**WORK ORDER:** Each line of the data below from the one holding "for (const f of c.files)" to the one holding "const runFile = writeRunJson(dir, raw);", inclusive, is to be reproduced exactly; no other line belongs in the answer.

(Stored items)
━━━━━━━━━━━━━━━━━━━━

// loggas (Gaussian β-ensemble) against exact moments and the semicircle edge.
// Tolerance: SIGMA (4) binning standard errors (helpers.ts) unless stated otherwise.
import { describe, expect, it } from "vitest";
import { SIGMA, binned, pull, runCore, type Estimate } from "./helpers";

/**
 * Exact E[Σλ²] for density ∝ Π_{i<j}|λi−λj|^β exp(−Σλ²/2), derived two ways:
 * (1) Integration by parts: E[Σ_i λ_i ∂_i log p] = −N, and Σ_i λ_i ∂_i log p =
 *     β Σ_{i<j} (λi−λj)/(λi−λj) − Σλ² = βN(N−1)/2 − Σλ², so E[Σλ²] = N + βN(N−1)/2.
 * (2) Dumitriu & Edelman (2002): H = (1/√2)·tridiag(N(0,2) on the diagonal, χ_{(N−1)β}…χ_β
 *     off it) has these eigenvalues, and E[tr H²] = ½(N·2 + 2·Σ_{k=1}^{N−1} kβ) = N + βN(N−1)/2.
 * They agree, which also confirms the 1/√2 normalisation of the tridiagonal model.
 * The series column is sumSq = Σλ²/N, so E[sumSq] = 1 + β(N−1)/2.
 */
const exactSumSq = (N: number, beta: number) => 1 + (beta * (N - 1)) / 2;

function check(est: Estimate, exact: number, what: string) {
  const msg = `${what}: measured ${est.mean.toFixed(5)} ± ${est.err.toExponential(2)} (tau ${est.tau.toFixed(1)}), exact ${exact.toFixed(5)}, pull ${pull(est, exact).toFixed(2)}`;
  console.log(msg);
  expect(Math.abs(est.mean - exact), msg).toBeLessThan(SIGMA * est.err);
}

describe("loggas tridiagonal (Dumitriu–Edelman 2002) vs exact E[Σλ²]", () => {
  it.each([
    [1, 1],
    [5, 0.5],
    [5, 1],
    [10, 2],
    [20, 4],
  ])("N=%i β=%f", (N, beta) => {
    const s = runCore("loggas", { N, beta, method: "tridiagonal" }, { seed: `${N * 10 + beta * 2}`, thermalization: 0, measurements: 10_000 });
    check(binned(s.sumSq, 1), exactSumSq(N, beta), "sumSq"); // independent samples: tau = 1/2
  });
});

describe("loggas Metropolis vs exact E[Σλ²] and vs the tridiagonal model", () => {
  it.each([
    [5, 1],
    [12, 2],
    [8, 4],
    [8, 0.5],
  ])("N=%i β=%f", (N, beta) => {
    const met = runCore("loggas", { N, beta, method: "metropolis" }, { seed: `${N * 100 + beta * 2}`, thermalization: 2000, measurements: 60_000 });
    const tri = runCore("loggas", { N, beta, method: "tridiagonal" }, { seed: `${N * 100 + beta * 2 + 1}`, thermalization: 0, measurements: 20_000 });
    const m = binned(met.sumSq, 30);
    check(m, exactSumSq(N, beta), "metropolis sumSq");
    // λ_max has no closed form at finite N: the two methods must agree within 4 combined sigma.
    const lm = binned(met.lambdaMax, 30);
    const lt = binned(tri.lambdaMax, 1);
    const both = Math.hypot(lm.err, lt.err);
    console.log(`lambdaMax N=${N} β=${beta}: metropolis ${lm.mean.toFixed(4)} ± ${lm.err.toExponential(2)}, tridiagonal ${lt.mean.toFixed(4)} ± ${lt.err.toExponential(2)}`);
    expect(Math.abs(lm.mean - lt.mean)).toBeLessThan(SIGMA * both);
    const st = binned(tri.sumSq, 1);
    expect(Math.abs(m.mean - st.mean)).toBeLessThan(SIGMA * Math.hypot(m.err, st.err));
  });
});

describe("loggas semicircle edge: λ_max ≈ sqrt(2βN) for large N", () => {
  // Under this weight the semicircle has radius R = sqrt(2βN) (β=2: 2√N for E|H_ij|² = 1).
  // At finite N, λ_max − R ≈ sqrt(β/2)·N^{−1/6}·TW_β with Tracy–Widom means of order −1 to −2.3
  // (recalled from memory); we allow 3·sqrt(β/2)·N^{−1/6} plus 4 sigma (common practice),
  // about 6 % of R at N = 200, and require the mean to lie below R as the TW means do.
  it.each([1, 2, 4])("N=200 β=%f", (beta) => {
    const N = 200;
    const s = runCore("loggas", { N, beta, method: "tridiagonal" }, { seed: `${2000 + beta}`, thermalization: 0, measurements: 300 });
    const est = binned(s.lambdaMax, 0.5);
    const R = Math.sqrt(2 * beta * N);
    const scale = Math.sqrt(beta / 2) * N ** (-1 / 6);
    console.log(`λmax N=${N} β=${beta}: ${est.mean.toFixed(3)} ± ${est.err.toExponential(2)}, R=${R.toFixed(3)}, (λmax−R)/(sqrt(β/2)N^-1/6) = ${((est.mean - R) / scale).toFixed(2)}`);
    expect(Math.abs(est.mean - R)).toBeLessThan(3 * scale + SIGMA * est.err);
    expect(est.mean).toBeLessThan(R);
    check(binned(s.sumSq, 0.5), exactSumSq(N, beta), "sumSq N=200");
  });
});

━━━━━━━━━━━━━━━━━━━━

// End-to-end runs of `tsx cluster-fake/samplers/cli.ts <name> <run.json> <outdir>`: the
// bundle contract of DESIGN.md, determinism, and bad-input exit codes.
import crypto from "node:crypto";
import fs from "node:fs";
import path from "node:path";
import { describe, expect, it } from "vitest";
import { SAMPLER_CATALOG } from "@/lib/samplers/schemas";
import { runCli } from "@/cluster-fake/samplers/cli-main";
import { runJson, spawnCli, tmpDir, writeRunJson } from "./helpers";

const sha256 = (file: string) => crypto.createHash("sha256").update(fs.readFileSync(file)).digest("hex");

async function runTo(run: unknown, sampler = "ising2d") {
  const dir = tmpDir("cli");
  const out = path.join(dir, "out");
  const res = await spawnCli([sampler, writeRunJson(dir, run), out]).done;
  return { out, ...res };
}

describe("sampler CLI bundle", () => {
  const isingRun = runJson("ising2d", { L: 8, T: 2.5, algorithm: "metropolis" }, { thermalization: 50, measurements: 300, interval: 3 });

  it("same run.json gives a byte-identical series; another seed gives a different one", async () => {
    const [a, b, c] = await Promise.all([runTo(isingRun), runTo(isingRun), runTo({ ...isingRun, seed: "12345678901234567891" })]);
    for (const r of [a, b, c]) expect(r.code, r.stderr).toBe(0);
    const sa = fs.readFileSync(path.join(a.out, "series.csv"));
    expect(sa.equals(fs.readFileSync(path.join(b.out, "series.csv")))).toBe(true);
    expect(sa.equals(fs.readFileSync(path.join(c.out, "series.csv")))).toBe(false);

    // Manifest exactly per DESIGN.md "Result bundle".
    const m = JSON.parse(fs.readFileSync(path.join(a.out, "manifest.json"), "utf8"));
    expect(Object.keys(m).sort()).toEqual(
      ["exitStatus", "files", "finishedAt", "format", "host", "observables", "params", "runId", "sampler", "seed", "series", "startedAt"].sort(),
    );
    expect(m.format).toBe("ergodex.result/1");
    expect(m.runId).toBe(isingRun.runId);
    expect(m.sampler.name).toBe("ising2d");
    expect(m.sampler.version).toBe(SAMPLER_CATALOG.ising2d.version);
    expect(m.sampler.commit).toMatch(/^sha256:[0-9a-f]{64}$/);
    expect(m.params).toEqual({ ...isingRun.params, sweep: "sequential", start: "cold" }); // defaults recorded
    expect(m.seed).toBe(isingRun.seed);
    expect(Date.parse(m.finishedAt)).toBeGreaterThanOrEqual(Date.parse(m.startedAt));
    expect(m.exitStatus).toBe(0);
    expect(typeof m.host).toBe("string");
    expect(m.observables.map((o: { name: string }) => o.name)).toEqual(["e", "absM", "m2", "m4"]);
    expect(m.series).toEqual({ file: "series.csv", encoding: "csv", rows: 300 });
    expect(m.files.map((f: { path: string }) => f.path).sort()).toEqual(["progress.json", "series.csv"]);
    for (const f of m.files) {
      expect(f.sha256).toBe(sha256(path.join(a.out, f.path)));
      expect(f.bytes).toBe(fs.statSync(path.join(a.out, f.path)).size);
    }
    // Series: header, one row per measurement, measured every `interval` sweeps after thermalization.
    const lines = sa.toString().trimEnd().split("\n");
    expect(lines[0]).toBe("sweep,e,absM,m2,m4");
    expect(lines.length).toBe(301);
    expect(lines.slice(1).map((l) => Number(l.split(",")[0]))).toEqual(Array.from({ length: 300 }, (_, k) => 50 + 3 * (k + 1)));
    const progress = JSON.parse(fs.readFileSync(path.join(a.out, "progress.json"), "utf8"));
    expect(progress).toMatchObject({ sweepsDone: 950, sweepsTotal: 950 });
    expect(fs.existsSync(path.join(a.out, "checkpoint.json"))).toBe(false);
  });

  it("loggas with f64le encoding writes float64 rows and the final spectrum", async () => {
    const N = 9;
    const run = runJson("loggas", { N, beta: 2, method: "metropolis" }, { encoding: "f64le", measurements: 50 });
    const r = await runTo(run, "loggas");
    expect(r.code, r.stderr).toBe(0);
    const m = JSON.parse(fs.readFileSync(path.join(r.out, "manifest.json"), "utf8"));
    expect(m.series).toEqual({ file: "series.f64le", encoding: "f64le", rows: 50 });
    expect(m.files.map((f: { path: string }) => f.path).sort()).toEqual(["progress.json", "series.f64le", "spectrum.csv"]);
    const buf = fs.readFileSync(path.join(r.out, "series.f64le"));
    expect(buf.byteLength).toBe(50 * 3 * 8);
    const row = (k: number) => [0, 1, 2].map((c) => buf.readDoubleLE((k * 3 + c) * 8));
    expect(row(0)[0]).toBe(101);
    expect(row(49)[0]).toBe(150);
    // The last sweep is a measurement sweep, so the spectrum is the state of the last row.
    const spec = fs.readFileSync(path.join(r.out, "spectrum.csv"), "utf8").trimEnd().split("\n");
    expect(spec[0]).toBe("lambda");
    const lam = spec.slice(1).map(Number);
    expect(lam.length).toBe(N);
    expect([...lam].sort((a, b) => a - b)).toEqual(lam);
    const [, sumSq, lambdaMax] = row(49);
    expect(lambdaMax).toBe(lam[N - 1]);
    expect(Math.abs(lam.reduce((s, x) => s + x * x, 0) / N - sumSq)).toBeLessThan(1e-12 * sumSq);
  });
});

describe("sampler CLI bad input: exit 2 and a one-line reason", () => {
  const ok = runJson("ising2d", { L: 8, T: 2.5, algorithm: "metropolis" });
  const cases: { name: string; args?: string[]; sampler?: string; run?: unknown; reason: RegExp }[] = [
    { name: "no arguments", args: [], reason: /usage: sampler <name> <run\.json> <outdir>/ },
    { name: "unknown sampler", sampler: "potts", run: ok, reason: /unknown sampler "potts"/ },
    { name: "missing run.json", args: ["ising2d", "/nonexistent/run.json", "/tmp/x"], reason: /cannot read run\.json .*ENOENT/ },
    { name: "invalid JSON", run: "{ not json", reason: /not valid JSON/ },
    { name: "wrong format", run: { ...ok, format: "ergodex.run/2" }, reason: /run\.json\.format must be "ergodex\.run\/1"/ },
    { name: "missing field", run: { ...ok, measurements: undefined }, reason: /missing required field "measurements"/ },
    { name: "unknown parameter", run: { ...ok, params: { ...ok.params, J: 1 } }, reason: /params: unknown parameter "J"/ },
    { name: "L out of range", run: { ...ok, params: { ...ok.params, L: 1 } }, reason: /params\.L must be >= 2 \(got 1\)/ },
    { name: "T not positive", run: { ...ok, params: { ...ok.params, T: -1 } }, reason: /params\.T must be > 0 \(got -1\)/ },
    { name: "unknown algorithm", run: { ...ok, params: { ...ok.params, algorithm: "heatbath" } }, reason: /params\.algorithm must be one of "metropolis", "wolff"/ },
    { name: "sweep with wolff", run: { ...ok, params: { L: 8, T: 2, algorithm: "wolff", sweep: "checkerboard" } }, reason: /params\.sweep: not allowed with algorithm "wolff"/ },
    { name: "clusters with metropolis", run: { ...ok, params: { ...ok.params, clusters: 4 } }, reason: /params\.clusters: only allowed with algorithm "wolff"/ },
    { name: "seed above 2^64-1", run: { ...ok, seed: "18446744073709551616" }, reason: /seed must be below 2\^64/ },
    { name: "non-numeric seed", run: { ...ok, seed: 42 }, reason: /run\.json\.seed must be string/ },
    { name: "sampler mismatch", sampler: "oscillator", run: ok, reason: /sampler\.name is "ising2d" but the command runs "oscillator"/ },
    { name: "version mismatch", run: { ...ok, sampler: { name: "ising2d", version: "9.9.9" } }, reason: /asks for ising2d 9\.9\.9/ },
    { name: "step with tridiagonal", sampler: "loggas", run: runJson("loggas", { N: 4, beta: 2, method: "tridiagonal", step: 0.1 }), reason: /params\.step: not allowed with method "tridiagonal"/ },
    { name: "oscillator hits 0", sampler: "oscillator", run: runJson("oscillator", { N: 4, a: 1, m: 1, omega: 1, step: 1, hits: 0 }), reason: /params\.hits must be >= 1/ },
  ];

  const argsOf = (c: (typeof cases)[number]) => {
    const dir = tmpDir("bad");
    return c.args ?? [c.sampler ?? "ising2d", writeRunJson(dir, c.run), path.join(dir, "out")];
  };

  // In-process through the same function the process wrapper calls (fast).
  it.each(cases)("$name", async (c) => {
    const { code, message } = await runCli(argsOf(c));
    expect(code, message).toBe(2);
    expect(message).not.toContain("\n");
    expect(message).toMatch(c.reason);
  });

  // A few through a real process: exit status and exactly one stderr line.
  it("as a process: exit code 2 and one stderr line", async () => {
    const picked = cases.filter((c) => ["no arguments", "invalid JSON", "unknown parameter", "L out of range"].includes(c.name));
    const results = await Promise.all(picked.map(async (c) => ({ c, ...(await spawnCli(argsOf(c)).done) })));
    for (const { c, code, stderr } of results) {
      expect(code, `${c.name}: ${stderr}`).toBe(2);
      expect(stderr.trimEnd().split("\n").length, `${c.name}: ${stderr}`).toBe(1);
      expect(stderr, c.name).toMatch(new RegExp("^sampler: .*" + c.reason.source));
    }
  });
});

━━━━━━━━━━━━━━━━━━━━

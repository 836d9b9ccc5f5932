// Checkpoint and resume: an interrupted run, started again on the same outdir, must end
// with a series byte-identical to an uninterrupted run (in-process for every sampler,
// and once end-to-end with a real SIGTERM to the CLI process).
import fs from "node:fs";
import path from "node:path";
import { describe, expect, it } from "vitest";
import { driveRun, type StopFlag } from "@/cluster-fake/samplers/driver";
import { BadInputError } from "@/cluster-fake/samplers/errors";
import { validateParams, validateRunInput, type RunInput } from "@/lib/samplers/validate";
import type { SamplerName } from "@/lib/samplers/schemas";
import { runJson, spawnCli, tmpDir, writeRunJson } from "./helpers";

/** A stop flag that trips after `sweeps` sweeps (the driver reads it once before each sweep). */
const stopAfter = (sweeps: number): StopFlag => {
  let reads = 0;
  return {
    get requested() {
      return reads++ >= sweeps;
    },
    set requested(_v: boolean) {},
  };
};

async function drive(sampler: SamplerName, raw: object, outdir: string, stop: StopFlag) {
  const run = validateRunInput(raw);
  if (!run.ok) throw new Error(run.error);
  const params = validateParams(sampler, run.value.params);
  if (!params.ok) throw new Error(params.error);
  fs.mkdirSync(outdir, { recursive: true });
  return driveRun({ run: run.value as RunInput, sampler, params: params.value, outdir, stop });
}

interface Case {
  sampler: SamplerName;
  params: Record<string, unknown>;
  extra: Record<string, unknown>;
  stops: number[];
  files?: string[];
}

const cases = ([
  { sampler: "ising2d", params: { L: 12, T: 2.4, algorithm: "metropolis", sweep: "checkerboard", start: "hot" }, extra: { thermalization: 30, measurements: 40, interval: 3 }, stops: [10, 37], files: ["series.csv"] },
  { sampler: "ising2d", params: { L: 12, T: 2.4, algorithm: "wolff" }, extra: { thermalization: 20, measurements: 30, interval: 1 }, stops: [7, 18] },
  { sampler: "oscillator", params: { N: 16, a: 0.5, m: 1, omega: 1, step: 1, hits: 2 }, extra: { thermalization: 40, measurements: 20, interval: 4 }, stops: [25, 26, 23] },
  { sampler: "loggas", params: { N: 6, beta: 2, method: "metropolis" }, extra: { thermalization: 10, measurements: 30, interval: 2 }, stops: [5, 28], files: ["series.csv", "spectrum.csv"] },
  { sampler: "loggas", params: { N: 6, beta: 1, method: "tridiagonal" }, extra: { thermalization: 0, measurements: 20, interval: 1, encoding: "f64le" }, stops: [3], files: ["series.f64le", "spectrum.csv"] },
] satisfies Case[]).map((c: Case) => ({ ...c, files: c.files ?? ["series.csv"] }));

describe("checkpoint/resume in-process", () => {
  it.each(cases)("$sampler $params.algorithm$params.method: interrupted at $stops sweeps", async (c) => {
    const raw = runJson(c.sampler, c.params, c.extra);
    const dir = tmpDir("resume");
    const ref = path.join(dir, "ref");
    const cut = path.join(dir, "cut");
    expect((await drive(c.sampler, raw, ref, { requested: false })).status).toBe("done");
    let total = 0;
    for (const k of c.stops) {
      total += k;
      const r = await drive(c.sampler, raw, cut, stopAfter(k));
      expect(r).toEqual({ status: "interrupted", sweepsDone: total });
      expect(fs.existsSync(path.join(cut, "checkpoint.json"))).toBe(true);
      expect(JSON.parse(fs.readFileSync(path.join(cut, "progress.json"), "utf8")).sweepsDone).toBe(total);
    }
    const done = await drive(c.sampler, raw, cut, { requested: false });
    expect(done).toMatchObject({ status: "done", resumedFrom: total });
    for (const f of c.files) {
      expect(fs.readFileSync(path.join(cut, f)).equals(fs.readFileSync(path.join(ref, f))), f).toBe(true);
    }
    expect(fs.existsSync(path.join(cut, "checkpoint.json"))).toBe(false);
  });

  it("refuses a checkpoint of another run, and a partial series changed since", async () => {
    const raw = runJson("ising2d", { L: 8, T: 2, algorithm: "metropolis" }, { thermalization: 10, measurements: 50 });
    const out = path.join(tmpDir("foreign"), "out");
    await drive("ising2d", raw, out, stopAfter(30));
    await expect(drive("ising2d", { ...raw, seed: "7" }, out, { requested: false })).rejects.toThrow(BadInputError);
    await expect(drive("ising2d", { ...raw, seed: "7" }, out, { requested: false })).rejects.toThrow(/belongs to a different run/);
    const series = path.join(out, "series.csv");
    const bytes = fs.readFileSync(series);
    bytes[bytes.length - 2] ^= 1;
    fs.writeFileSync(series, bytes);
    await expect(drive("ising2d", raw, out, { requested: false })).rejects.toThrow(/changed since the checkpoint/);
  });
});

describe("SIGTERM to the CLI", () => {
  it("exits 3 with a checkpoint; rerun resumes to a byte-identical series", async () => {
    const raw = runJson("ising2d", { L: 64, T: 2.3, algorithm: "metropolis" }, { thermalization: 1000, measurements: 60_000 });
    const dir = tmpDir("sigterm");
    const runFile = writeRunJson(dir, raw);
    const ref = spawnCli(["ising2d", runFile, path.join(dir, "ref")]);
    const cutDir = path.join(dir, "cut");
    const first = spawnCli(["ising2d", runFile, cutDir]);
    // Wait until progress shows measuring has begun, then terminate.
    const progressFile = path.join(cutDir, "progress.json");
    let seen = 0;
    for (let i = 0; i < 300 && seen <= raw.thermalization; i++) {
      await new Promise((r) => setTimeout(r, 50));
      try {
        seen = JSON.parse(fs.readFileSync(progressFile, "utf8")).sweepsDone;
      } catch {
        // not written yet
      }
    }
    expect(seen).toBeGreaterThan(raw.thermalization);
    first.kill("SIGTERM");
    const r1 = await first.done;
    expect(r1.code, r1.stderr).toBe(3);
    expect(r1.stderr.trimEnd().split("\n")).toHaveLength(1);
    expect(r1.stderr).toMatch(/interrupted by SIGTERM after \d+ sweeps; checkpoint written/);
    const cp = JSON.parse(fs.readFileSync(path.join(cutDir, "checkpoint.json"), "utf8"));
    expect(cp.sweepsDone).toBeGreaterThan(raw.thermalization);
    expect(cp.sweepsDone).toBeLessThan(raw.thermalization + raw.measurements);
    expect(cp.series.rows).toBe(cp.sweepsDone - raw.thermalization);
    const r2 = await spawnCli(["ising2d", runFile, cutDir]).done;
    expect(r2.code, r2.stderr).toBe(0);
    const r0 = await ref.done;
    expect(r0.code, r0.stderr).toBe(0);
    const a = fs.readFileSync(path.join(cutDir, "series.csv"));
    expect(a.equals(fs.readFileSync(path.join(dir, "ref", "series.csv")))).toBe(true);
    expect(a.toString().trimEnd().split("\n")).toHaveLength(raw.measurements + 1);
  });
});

━━━━━━━━━━━━━━━━━━━━

**REPLY:**
    for (const f of c.files) {
      expect(fs.readFileSync(path.join(cut, f)).equals(fs.readFileSync(path.join(ref, f))), f).toBe(true);
    }
    expect(fs.existsSync(path.join(cut, "checkpoint.json"))).toBe(false);
  });

  it("refuses a checkpoint of another run, and a partial series changed since", async () => {
    const raw = runJson("ising2d", { L: 8, T: 2, algorithm: "metropolis" }, { thermalization: 10, measurements: 50 });
    const out = path.join(tmpDir("foreign"), "out");
    await drive("ising2d", raw, out, stopAfter(30));
    await expect(drive("ising2d", { ...raw, seed: "7" }, out, { requested: false })).rejects.toThrow(BadInputError);
    await expect(drive("ising2d", { ...raw, seed: "7" }, out, { requested: false })).rejects.toThrow(/belongs to a different run/);
    const series = path.join(out, "series.csv");
    const bytes = fs.readFileSync(series);
    bytes[bytes.length - 2] ^= 1;
    fs.writeFileSync(series, bytes);
    await expect(drive("ising2d", raw, out, { requested: false })).rejects.toThrow(/changed since the checkpoint/);
  });
});

describe("SIGTERM to the CLI", () => {
  it("exits 3 with a checkpoint; rerun resumes to a byte-identical series", async () => {
    const raw = runJson("ising2d", { L: 64, T: 2.3, algorithm: "metropolis" }, { thermalization: 1000, measurements: 60_000 });
    const dir = tmpDir("sigterm");
    const runFile = writeRunJson(dir, raw);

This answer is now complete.